Dobbiamo entrare nell’ottica di considerare tutti i beni non rinnovabili come beni comuni e che quindi la collettività, concedendone l’uso, ha diritto di essere rifusa adeguatamente e non compensata con una specie di elemosina. Ma innanzi tutto proprio perché si tratta di beni comuni non rinnovabili, occorre arrivare a ridurre drasticamente il numero di cave attive nel campo degli inerti e di quelle di materiali ornamentali quando servono in massima parte a produrre granulati e sabbie calcaree invece che lastre.

 

3) IL P.R.A.E.R. DELLA TOSCANA

Possiamo dire che inevitabilmente il P.R.A.E.R. oltre a non avere alcuna efficienza programmatica per la vetustà dei dati di riferimento e per la corrispondenza nulla tra previsioni e realtà,  soffre delle carenze della legge 78/98: contiene principi ideali e programmatici condivisibili, ma alla verifica dei fatti non indica gli strumenti finanziari e normativi con cui raggiungere le finalità dichiarate; continua di fatto a privilegiare il fattore occupazionale in cava senza dire cosa fare quando l’economia di cava è in conflitto con altre economie,  incrementa il numero di cave.

4) IL P.A.E.R.P. DELLA PROVINCIA DI LIVORNO

Si basa su dati ormai superati;

  1. Dimentica di indicare l’esistenza di un impianto di riuso dei materiali di scarto delle acciaierie in grado di trattare milioni di metri cubi di scorie e non promuove fattivamente processi di riutilizzo di materiali riciclabili;
  2. Non suggerisce alla Regione neppure quali sono i provvedimenti legislativi ed economici necessari per raggiungere gli obbiettivi che dice di voler attuare;
  3. Non auspica una nuova definizione dei canoni a livello quantitativo e di destinazione che permettano di sviluppare il recupero delle cave dismesse e di dare gli incentivi necessari a sviluppare attività di recupero di materiali da riciclare;
  4. Sceglie di trasformare il Campigliese in un distretto estrattivo rendendo ancora più critica la situazione ambientale, già dichiarata preoccupante dallo stesso PAERP, e soffocando le possibilità di sviluppo di attività in crescita in ambito agricolo e turistico.
  5. Non tiene sufficientemente conto delle direttive europee sopraggiunte dopo la attivazione del PRAER.
  6. Non tiene conto delle indicazioni del Piano Paesaggistico che è stato completato e posto all’esame della Commissione regionale.

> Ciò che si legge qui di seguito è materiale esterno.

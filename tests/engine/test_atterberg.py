"""The full Atterberg set: limits, indices, chart position, USCS symbol and the NP rule."""

from __future__ import annotations

import json
from typing import Any

import pytest

from server.engine import calculate, evaluate


def det(w: float, dry_soil_g: float = 20.0, tare_g: float = 10.0) -> dict[str, float]:
    """Masses that give water content ``w`` exactly, by the ASTM D2216 formula."""
    return {"tare_g": tare_g, "dry_tare_g": tare_g + dry_soil_g,
            "wet_tare_g": tare_g + dry_soil_g * (1 + w / 100)}


# Das (multipoint problem) for the liquid limit; Liu & Evett (worked example) for the plastic limit.
DAS_LL = {"method": "ll-cup-multipoint",
          "trials": [{"blows": 15, **det(42.0)}, {"blows": 20, **det(40.8)}, {"blows": 28, **det(39.1)}]}
LIU_EVETT_PL = {"determinations": [{"tare_g": 11.56, "wet_tare_g": 20.47, "dry_tare_g": 18.93},
                                   {"tare_g": 11.68, "wet_tare_g": 21.27, "dry_tare_g": 19.57}]}


def full_set(**extra: Any) -> dict[str, Any]:
    return {"water_content": {"determinations": [det(35.0), det(35.4)]},
            "liquid_limit": DAS_LL, "plastic_limit": LIU_EVETT_PL,
            "clay_fraction": 31.0, "fines": 86.0, "sand": 12.0, "gravel": 2.0, **extra}


def test_full_set_gives_limits_and_indices_from_the_published_examples() -> None:
    ev = calculate("atterberg", full_set())
    r = ev.results
    assert r["liquid_limit"] == pytest.approx(39.67, abs=0.005)  # Das; least squares in log10 N
    assert r["flow_index"] == pytest.approx(10.72, abs=0.005)  # Das; REFERENCES.md, computed
    assert round(r["plastic_limit"], 1) == 21.2  # Liu & Evett worked example
    assert r["plasticity_index"] == 19.0  # reported LL 40 - reported PL 21 (REFERENCES.md rule)
    assert r["water_content"] == pytest.approx(35.2)  # mean of 35.0 and 35.4, ASTM D2216 formula
    assert r["liquidity_index"] == pytest.approx((35.2 - 21) / 19)  # LI definition, reported limits
    assert r["consistency_index"] == pytest.approx((40 - 35.2) / 19)  # CI definition, reported limits
    assert r["activity"] == pytest.approx(19 / 31)  # Skempton (1953) A = PI / clay fraction
    assert r["nonplastic"] is False
    assert r["clay_fraction"] == 31.0


def test_full_set_reads_the_uscs_symbol_off_the_plasticity_chart() -> None:
    # ASTM D2487 Fig. 4: LL 40, PI 19 is above the A-line (PI 14.6) and PI > 7 -> CL.
    r = calculate("atterberg", full_set()).results
    assert r["uscs_symbol"] == "CL"
    assert r["plasticity_chart"]["symbol"] == "CL"
    assert r["plasticity_chart"]["liquid_limit"] == 40.0 and r["plasticity_chart"]["plasticity_index"] == 19.0


def test_full_set_keeps_the_agreed_result_keys() -> None:
    r = calculate("atterberg", full_set()).results
    for key in ("water_content", "water_content_determinations", "liquid_limit", "flow_index",
                "liquid_limit_method", "liquid_limit_trials", "flow_curve", "plastic_limit",
                "plastic_limit_determinations", "plasticity_index", "nonplastic", "liquidity_index",
                "consistency_index", "activity", "clay_fraction", "uscs_symbol", "plasticity_chart"):
        assert key in r, key
    assert r["liquid_limit_method"] == "ll-cup-multipoint"
    assert set(r["flow_curve"]) == {"x", "log_x", "slope", "intercept", "r2", "target_x"}


def test_results_are_plain_json() -> None:
    ev = calculate("atterberg", full_set())
    assert json.loads(json.dumps(ev.to_dict())) == ev.to_dict()


def test_leaves_out_the_indices_that_need_a_natural_water_content_when_none_is_given() -> None:
    readings = full_set()
    del readings["water_content"], readings["clay_fraction"]
    r = calculate("atterberg", readings).results
    assert "water_content" not in r and "liquidity_index" not in r and "consistency_index" not in r
    assert "activity" not in r
    assert r["plasticity_index"] == 19.0  # reported LL 40 - reported PL 21


def test_reports_non_plastic_when_the_plastic_limit_is_not_below_the_liquid_limit() -> None:
    # ASTM D4318: NP when PL >= LL (confirmed); no PI, LI or CI then.
    readings = full_set(plastic_limit={"determinations": [det(40.0), det(40.2)]})
    ev = calculate("atterberg", readings)
    r = ev.results
    assert r["nonplastic"] is True
    assert not {"plasticity_index", "liquidity_index", "consistency_index", "activity"} & set(r)
    assert "plastic-limit-not-below-liquid-limit" in [f.code for f in ev.flags]


def test_reports_non_plastic_when_the_plastic_limit_cannot_be_determined() -> None:
    # ASTM D4318: NP when LL or PL cannot be determined (confirmed).
    r = calculate("atterberg", full_set(plastic_limit={"not_determinable": True})).results
    assert r["nonplastic"] is True and "plasticity_index" not in r
    assert r["uscs_symbol"] == "ML"  # ASTM D2487: non-plastic fines below LL 50 plot as ML


def test_requires_both_limits() -> None:
    ev = evaluate("atterberg", {"water_content": {"determinations": [det(35.0)]}})
    assert {e.loc for e in ev.errors} == {("readings", "liquid_limit"), ("readings", "plastic_limit")}
    assert ev.results["water_content"] == pytest.approx(35.0)


def test_computes_the_valid_parts_while_another_part_is_refused() -> None:
    readings = full_set()
    readings["plastic_limit"] = {"determinations": [LIU_EVETT_PL["determinations"][0], {"tare_g": "x"}]}
    ev = evaluate("atterberg", readings)
    assert ev.errors
    assert ev.results["liquid_limit"] == pytest.approx(39.67, abs=0.005)  # Das, least squares
    assert round(ev.results["plastic_limit_determinations"][0], 1) == 20.9  # Liu & Evett
    assert "plastic_limit" not in ev.results and "plasticity_index" not in ev.results


def test_refuses_an_unknown_liquid_limit_method() -> None:
    ev = evaluate("atterberg", full_set(liquid_limit={**DAS_LL, "method": "thumb"}))
    assert [e.loc for e in ev.errors] == [("readings", "liquid_limit", "method")]


def test_leaves_the_uscs_symbol_to_the_classification_of_a_coarse_soil() -> None:
    # ASTM D2487: fine-grained only when 50 % or more passes 75 um.
    r = calculate("atterberg", full_set(fines=40.0, sand=50.0, gravel=10.0)).results
    assert "uscs_symbol" not in r
    assert r["plasticity_chart"]["symbol"] == "CL"
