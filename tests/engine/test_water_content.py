"""Water content of a determination and the refusal of impossible masses."""

from __future__ import annotations

import pytest

from server.engine import InputError, calculate, evaluate
from server.engine.water_content import water_content

# The DESIGN.md example determination: tare 15.20 g, wet+tare 45.62 g, dry+tare 38.11 g.
T17 = {"container": "T-17", "tare_g": 15.20, "wet_tare_g": 45.62, "dry_tare_g": 38.11}


def test_water_content_follows_the_astm_d2216_formula() -> None:
    # ASTM D2216-19 formula w = (Mwet+tare - Mdry+tare)/(Mdry+tare - Mtare) x 100, worked by hand:
    # 7.51 g of water over 22.91 g of dry soil = 32.7804 %.
    assert water_content(15.20, 45.62, 38.11) == pytest.approx(32.7804, abs=1e-4)


def test_water_content_method_averages_the_determinations() -> None:
    # Liu & Evett, Soil Properties (worked example, masses 20.47/18.93/11.56 and
    # 21.27/19.57/11.68 g) give 20.9 % and 21.5 %; mean 21.2 % (unrounded 20.8955 and 21.5463 -> 21.2209).
    ev = calculate(
        "water-content",
        {
            "determinations": [
                {"tare_g": 11.56, "wet_tare_g": 20.47, "dry_tare_g": 18.93},
                {"tare_g": 11.68, "wet_tare_g": 21.27, "dry_tare_g": 19.57},
            ]
        },
    )
    assert [round(w, 1) for w in ev.results["water_content_determinations"]] == [20.9, 21.5]
    assert ev.results["water_content"] == pytest.approx(21.2209, abs=1e-4)


def test_one_determination_is_enough_for_a_water_content() -> None:
    ev = calculate("water-content", {"determinations": [T17]})
    assert ev.results["water_content"] == pytest.approx(32.7804, abs=1e-4)  # ASTM D2216-19 formula, by hand


def test_refuses_a_negative_mass() -> None:
    ev = evaluate("water-content", {"determinations": [{**T17, "tare_g": -1.0}]})
    assert [e.loc for e in ev.errors] == [("readings", "determinations", 0, "tare_g")]
    assert "water_content" not in ev.results


def test_refuses_dry_mass_above_wet_mass() -> None:
    ev = evaluate("water-content", {"determinations": [{**T17, "dry_tare_g": 46.0}]})
    assert [e.loc for e in ev.errors] == [("readings", "determinations", 0, "dry_tare_g")]
    assert "dry mass plus tare (46 g) is above wet mass plus tare (45.62 g)" in ev.errors[0].message


def test_refuses_tare_above_dry_mass() -> None:
    ev = evaluate("water-content", {"determinations": [{**T17, "tare_g": 40.0}]})
    assert [e.loc for e in ev.errors] == [("readings", "determinations", 0, "tare_g")]


def test_refuses_a_dry_mass_equal_to_the_tare_as_no_dry_soil() -> None:
    ev = evaluate("water-content", {"determinations": [{**T17, "dry_tare_g": 15.20, "wet_tare_g": 15.20}]})
    assert len(ev.errors) == 1
    assert "no dry soil" in ev.errors[0].message


def test_refuses_text_where_a_mass_belongs() -> None:
    ev = evaluate("water-content", {"determinations": [{**T17, "wet_tare_g": "forty"}]})
    assert [e.loc for e in ev.errors] == [("readings", "determinations", 0, "wet_tare_g")]


def test_refuses_readings_without_determinations() -> None:
    with pytest.raises(InputError):
        calculate("water-content", {"determinations": []})


def test_keeps_each_good_row_while_another_row_is_incomplete() -> None:
    ev = evaluate("water-content", {"determinations": [T17, {"tare_g": 15.0}]})
    assert ev.results["water_content_determinations"][0] == pytest.approx(32.7804, abs=1e-4)
    assert ev.results["water_content_determinations"][1] is None
    assert "water_content" not in ev.results


def test_names_the_part_in_the_refusal_message() -> None:
    ev = evaluate("water-content", {"determinations": [T17, {**T17, "dry_tare_g": 46.0}]})
    assert ev.errors[0].message.startswith("water content, determination 2: ")
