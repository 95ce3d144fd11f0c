"""The engine is pure: every module of server/engine imports only the standard library and
server.engine itself (DESIGN.md section 2; STYLE.md "a pure engine")."""

from __future__ import annotations

import ast
import sys
from pathlib import Path

ENGINE = Path(__file__).resolve().parents[2] / "server" / "engine"


def _outside_imports(path: Path) -> list[str]:
    tree = ast.parse(path.read_text(encoding="utf-8"), filename=str(path))
    bad: list[str] = []
    for node in ast.walk(tree):
        names: list[str] = []
        if not isinstance(node, ast.Import | ast.ImportFrom):
            continue
        if isinstance(node, ast.Import):
            names = [alias.name for alias in node.names]
        elif isinstance(node, ast.ImportFrom):
            if node.level > 0:
                continue  # relative: inside server.engine by construction
            names = [node.module or ""]
        for name in names:
            top = name.split(".")[0]
            if name == "server.engine" or name.startswith("server.engine."):
                continue
            if top == "__future__" or top in sys.stdlib_module_names:
                continue
            bad.append(f"{path.name}:{node.lineno} imports {name}")
    return bad


def test_engine_has_modules_to_check() -> None:
    assert len(list(ENGINE.glob("*.py"))) >= 5


def test_every_engine_module_imports_only_the_standard_library_and_the_engine() -> None:
    bad = [line for path in sorted(ENGINE.rglob("*.py")) for line in _outside_imports(path)]
    assert bad == []


def test_the_import_check_catches_an_outside_import(tmp_path: Path) -> None:
    probe = tmp_path / "probe.py"
    probe.write_text("import sqlmodel\nfrom server.db import tables\nimport math\n", encoding="utf-8")
    assert _outside_imports(probe) == ["probe.py:1 imports sqlmodel", "probe.py:2 imports server.db"]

In base a queste constatazioni possiamo dire che il Piano provinciale, adottato nel Gennaio 2014 e valido fino al 2022, è totalmente da respingere e che l’opzione già delineata nella Relazione del Piano, e respinta,  “… di proporre un piano che non individuasse alcuna nuova previsione localizzativa e che si limitasse a confermare i siti attualmente in attività fino alla scadenza delle autorizzazioni senza ulteriori rinnovi”, sembra invece essere l’unica soluzione corretta visto che la Normativa Regionale (78/98) è in corso di rielaborazione, che i canoni sono stati definiti nel 2000 con finalità abbondantemente superate dalle nuove esigenze in materia di ripristini e riciclo, che il  P.R.A.E.R., che il P.A.E.R.P. dovrebbe attuare, è scaduto nel 2012 ed è stato redatto e approvato quando il quadro economico internazionale e nazionale non era stato ancora stravolto dalla crisi strutturale che si è evidenziata nel 2008.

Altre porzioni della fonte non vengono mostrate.